| Appreciate your response. We compared MKML mk600 (5.2GB) against llama.cpp Q5_1 (4.7GB) and Q6_k (5.1GB) on a 4090 for llama-7B. The test is the same in all cases: we generate 128 tokens from a single token prompt (batch=1) and measure performance of the forward pass during auto-regression. (llama-7B, single prompt, batch=1) MKML mk600: 125t/s Llama.cpp Q5_1: 8̶4̶ 128 t/s Llama.cpp Q6_k: 7̶8̶ 116 t/s Our llama.cpp test:
Build (https://github.com/ggerganov/llama.cpp#cublas): make -j12 LLAMA_CUBLAS=1 Run: ./main -t 16 -ngl 3̶2̶ 35 -m llama-2-7b-chat.ggmlv3.q6_K.bin -p "?" -n 128 Please feel free to post your llama.cpp results if they are different. >Maybe I'm misunderstanding MKML. As I understood it, MKML is a compression step that then feeds into another framework like HF's Transformers or PyTorch. MKML is not a compression tool that feeds into another framework.
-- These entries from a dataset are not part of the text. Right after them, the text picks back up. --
"""Text from files and from users, made safe to show: the one helper every front end uses.

Preset files are shared on lab servers, so every text that comes from one
(a title, notes, reagent and species names, and error messages quoting
them) is untrusted. Before it reaches a terminal, :func:`printable` writes
each control character as a visible escape (``\\x1b``, ``\\u202e``): an escape
sequence in a name cannot retitle the window, clear the screen, hide lines
or reorder text. :func:`one_line` also keeps a message to one readable line
of bounded length, however long the input it quotes.

This module imports nothing, so the line commands can use it without
loading the explorer or the numerics.
"""

from __future__ import annotations

import unicodedata

#: Unicode categories written as escapes: controls, format characters (bidirectional
#: overrides, zero-width characters), surrogates, and the line and paragraph separators.
_UNSAFE = frozenset({"Cc", "Cf", "Cs", "Zl", "Zp"})

#: A run of characters without a space longer than this is shortened in :func:`one_line`.
LONG_RUN = 120
#: Longest message :func:`one_line` returns, in characters.
MESSAGE_LIMIT = 600


def _escape(ch: str) -> str:
    code = ord(ch)
    return f"\\x{code:02x}" if code < 0x100 else f"\\u{code:04x}" if code < 0x10000 else f"\\U{code:08x}"


def printable(text: object, *, newlines: bool = False) -> str:
    """``text`` with every control or format character written as a visible escape.

    Args:
        text: Anything; it is converted with ``str`` first.
        newlines: Keep line feeds (for multi-line output); otherwise they are escaped too.

    Returns:
        Text that moves no cursor and sends no command to the terminal. Printable text,
        spaces and non-ASCII letters and symbols are left as they are.
    """
    text = text if isinstance(text, str) else str(text)
    if text.isprintable():
        return text
    out = []
    for ch in text:
        if ch == "\n" and newlines:
            out.append(ch)
        elif ch.isprintable() or ch == " " or unicodedata.category(ch) not in _UNSAFE:
            out.append(ch)
        else:
            out.append(_escape(ch))
    return "".join(out)


def clip(text: str, limit: int, tail: int = 12) -> str:
    """``text`` cut to at most ``limit`` characters, the middle replaced by an ellipsis."""
    if len(text) <= limit:
        return text
    tail = min(tail, max(limit // 3, 0))
    return text[: max(limit - tail - 1, 0)] + "…" + (text[-tail:] if tail else "")


def one_line(message: object, limit: int = MESSAGE_LIMIT) -> str:
    """``message`` as one safe, readable line: :func:`printable`, long runs and the whole cut short.

    A message that quotes a 100,000-character name keeps its start (which file, which
    entry) and its end (what is wrong), with the quoted name shortened in place.
    """
    text = printable(message)
    if len(text) <= LONG_RUN:
        return text
    words = text.split(" ")
    text = " ".join(clip(w, LONG_RUN, 24) if len(w) > LONG_RUN else w for w in words)
    return clip(text, limit, limit // 3)


def safe_json(text: str) -> str:
    """JSON text with every unsafe character that JSON leaves as it is written as a ``\\uXXXX`` escape.

    ``json.dumps`` escapes only U+0000-U+001F; C1 controls (U+0080-U+009F), bidirectional
    overrides and the like would still reach the terminal. The escapes keep the JSON valid
    and its values unchanged.
    """
    if text.isprintable():
        return text
    out = []
    for ch in text:
        if ch == "\n" or ch.isprintable() or ch == " " or unicodedata.category(ch) not in _UNSAFE:
            out.append(ch)
        elif ord(ch) > 0xFFFF:
            code = ord(ch) - 0x10000
            out.append(f"\\u{0xD800 + (code >> 10):04x}\\u{0xDC00 + (code & 0x3FF):04x}")
        else:
            out.append(f"\\u{ord(ch):04x}")
    return "".join(out)
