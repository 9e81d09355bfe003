"""protomix terminal front ends: the full-screen explorer and the line commands.

Nothing here computes chemistry: every number comes from :mod:`chem`.
"""

#: The release, as in pyproject.toml (a test keeps the two equal). Read from here, not from the
#: installed metadata, so that ``protomix --version`` starts in a few tens of milliseconds.
__version__ = "0.1.0"
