/// A trace whose loss takes the log of an exact zero: ln 0 = −inf (IEEE 754-2019 §9.2.1: log(±0) is −∞).
fn log_of_zero() -> Trace {
    let mut tape = Tape::new("log of zero", Dtype::F64);
    let probability = tape.input("probability", 0.0);
    let weight = tape.param("weight", 2.0);
    let scaled = tape.mul(weight, probability);
    let log = tape.log(scaled);
    let loss = tape.neg(log);
    let loss = tape.rename(loss, "loss");
    validate(tape.finish(loss)).unwrap()
}

fn app(trace: &Trace) -> App<'static> {
    common::view::open(trace)
}

fn node(trace: &Trace, id: &str) -> usize {
    trace.find(id).unwrap()
}

// Teaching demo, closed form: p = 2.5, c = 1, s = 0.4, k = 0.1, f = 0.05,
// q = exp(−s·p) = e⁻¹, profit = (p − c)·q − (k·q² + f·q). By the chain rule
// ∂profit/∂q = (p − c) − 2kq − f, reached in four contributions: −f through
// fee = f·q, −kq and −kq through q·q, then p − c through (p − c)·q.
const Q: f64 = 0.36787944117144233; // e⁻¹ (from memory; checked below against f64::exp)
const F: f64 = 0.05;

/// The first number after `label` in `line`.
#[track_caller]
fn number_after(line: &str, label: &str) -> f64 {
    let rest = line
        .split(label)
        .nth(1)
        .unwrap_or_else(|| panic!("{label:?} not in {line}"));
    numbers_in(rest)[0]
}

/// The text of the pane whose title holds `title`, its rows joined by newlines.
fn pane_text(buf: &Buffer, title: &str) -> String {
    let (x, y) = find(buf, title);
    let all = rows(buf);
    let chars: Vec<char> = all[y as usize].chars().collect();
    let left = chars[..=x as usize]
        .iter()
        .rposition(|&c| c == '┌')
        .unwrap();
    let right = chars[left + 1..].iter().position(|&c| c == '┐').unwrap() + left + 1;
    all[y as usize + 1..]
        .iter()
        .map(|row| row.chars().collect::<Vec<_>>())
        .take_while(|row| row[left] == '│')
        .map(|row| row[left + 1..right].iter().collect::<String>())
        .collect::<Vec<_>>()
        .join("\n")
}

#[test]
fn order_marks_done_current_and_pending_with_signed_adjoints() {
    assert_eq!(Q, (-1f64).exp());
    let trace = teaching();
    let mut app = app(&trace);
    for _ in 0..3 {
        app.update(Action::Step);
    }
    let buf = draw(&mut app, 200, 50);
    // Step 3 processed fee; its adjoint is −1 (costs = storage + fee passes −1 on
    // unchanged): the sign is shown, not only the magnitude.
    let fee = row_with(&buf, "│✓  3 fee ");
    let order_part: String = fee.chars().take(62).collect();
    assert_eq!(numbers_in(&order_part).last(), Some(&-1.0), "{fee}");
    assert!(contains(&buf, "│▶  4 storage "));
    assert!(contains(&buf, "│·  5 demand_sq "));
    assert!(contains(&buf, "step 3/15 │ next storage (mul)"));
    let theme = Theme::default_theme();
    let (x, y) = find(&buf, "✓  3");
    assert_eq!(buf[(x, y)].fg, theme.done.fg.unwrap());
    let (x, y) = find(&buf, "▶  4");
    assert_eq!(buf[(x, y)].fg, theme.current.fg.unwrap());
    let (x, y) = find(&buf, "·  5");
    assert_eq!(buf[(x, y)].fg, theme.pending.fg.unwrap());
}

#[test]
fn inflow_shows_a_branch_point_filling_up_and_emptying_on_back() {
    let trace = teaching();
    let mut app = app(&trace);
    app.update(Action::OpenJump);
    for c in "demand".chars() {
        app.update(Action::Type(c));
    }
    app.update(Action::Submit);
    let buf = draw(&mut app, 200, 50);
    assert!(contains(&buf, "Inflow · demand"));
    assert!(contains(&buf, "nothing received yet"));
    assert!(contains(&buf, "to come (4):"), "{}", screen(&buf));
    // Step 3 (fee = f·q) sends −f; step 5 (q·q) two of −kq; step 6 (gross) p − c.
    let expected = [
        None,
        None,
        Some(-F),
        Some(-F),
        Some(-F - 0.2 * Q),
        Some(1.5 - F - 0.2 * Q),
    ];
    for (step, after) in expected.iter().enumerate() {
        app.update(Action::Step);
        let buf = draw(&mut app, 200, 50);
        match after {
            Some(adjoint) => {
                let shown = number_after(&row_with(&buf, "adjoint  "), "adjoint  ");
                assert!(
                    (shown - adjoint).abs() < 1e-15,
                    "step {}: {shown} vs closed form {adjoint}",
                    step + 1
                );
            }
            None => assert!(
                row_with(&buf, "adjoint  ").contains("adjoint  none yet"),
                "step {}",
                step + 1
            ),
        }
    }
    let buf = draw(&mut app, 200, 50);
    let inflow = pane_text(&buf, "Inflow · demand");
    let received: Vec<Vec<f64>> = inflow
        .lines()
        .filter(|line| {
            line.contains(" fee ") || line.contains(" demand_sq ") || line.contains(" gross ")
        })
        .map(numbers_in)
        .collect();
    // step, slot, contribution, adjoint after
    assert_eq!(received.len(), 4, "{inflow}");
    let close = |row: &[f64], step: f64, slot: f64, contribution: f64, after: f64| {
        assert_eq!((row[0], row[1]), (step, slot), "{row:?}");
        assert!(
            (row[2] - contribution).abs() < 1e-15 && (row[3] - after).abs() < 1e-15,
            "{row:?}: want {contribution} then {after}"
        );
    };
    close(&received[0], 3.0, 1.0, -F, -F);
    close(&received[1], 5.0, 0.0, -0.1 * Q, -F - 0.1 * Q);
    close(&received[2], 5.0, 1.0, -0.1 * Q, -F - 0.2 * Q);
    close(&received[3], 6.0, 1.0, 1.5, 1.5 - F - 0.2 * Q);
    assert!(inflow.contains("complete: 4 contribution(s), the adjoint is final"));
    // Back over steps 6 (gross): its contribution is gone and gross is to come again.
    app.update(Action::Back);
    let buf = draw(&mut app, 200, 50);
    let inflow = pane_text(&buf, "Inflow · demand");
    assert!(
        !inflow
            .lines()
            .any(|line| line.contains(" gross ") && line.contains("1.5")),
        "{inflow}"
    );
    assert!(inflow.contains("to come (1):"), "{inflow}");
    let adjoint_line = row_with(&buf, "adjoint  ");
    assert!(
        (number_after(&adjoint_line, "adjoint  ") + F + 0.2 * Q).abs() < 1e-15,
        "{adjoint_line}"
    );
}
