//! Node: the selected node's op, attributes, group, call site, shape, forward
//! value (with a summary for tensors), the partial on each input edge, its
//! adjoint so far (and in the recorded dtype while the precision toggle is
//! on), the origin of a non-finite adjoint in one sentence with its chain to
//! the parameters it reached, its flags and findings, and a scrollable view
//! of a tensor's elements.

use super::{Move, Pane, chain_text, fit, fit_number, value_text, wrap};
use crate::diagnose::Rule;
use crate::format::{compact, number, shape};
use crate::ops::Attrs;
use crate::stats::Summary;
use crate::tui::action::PaneId;
use crate::tui::app::App;
use crate::tui::neighbours::Side;
use crate::tui::symbols::{self, CURRENT, DONE, PENDING};
use ratatui::buffer::Buffer;
use ratatui::layout::Rect;
use ratatui::style::Style;
use ratatui::text::{Line, Span};
use ratatui::widgets::{Paragraph, Widget};

/// The node detail pane.
pub struct NodePane;

const LABEL: usize = 9;

fn labelled<'a>(label: &str, value: String, label_style: Style, value_style: Style) -> Line<'a> {
    Line::from(vec![
        Span::styled(fit(label, LABEL), label_style),
        Span::styled(value, value_style),
    ])
}

fn attrs_text(attrs: &Attrs) -> String {
    let mut parts = Vec::new();
    if let Some(axis) = attrs.axis {
        parts.push(format!("axis={axis}"));
    }
    if attrs.keepdims {
        parts.push("keepdims".to_string());
    }
    if let Some(exponent) = attrs.exponent {
        parts.push(format!("exponent={}", number(exponent)));
    }
    if let Some(slope) = attrs.slope {
        parts.push(format!("slope={}", number(slope)));
    }
    if let Some(targets) = &attrs.targets {
        parts.push(format!("targets={targets:?}"));
    }
    if let Some(perm) = &attrs.perm {
        parts.push(format!("perm={perm:?}"));
    }
    if let Some(target) = &attrs.shape {
        parts.push(format!("shape={target:?}"));
    }
    if parts.is_empty() {
        "—".to_string()
    } else {
        parts.join(" ")
    }
}

fn summary_lines<'a>(label: &str, summary: &Summary, app: &App) -> [Line<'a>; 2] {
    let theme = app.theme();
    let first = format!(
        "‖·‖ {}  min {}  max {}  mean {}",
        compact(summary.norm),
        compact(summary.min),
        compact(summary.max),
        compact(summary.mean)
    );
    let second = format!(
        "NaN {}  +inf {}  −inf {}  zeros {}  subnormal {}  of {}",
        summary.nan,
        summary.pos_inf,
        summary.neg_inf,
        summary.zeros,
        summary.subnormal,
        summary.len
    );
    let counts_style = if summary.non_finite() > 0 {
        theme.flag_value
    } else {
        theme.text
    };
    [
        labelled(label, first, theme.muted, theme.text),
        labelled("", second, theme.muted, counts_style),
    ]
}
It is an inference runtime (like FasterTransformers or vllm) except that MKML is also plug and play with existing frameworks like Hugging Face. |
If you bothered to look at the llama.cpp output, you would see this line: llama_model_load_internal: offloaded 32/35 layers to GPU
The "-ngl 32" means that only 32 out of 35 layers are being run on the GPU, and this results in a huge slow down as the GPU syncs with the CPU, and then computes the last 3 layers on the CPU.
On my XTX 7900, I get a 55% speed up on llama.cpp (to 132.61 tok/sec) when running all layers on the GPU, rather than only 32 as in your measurements.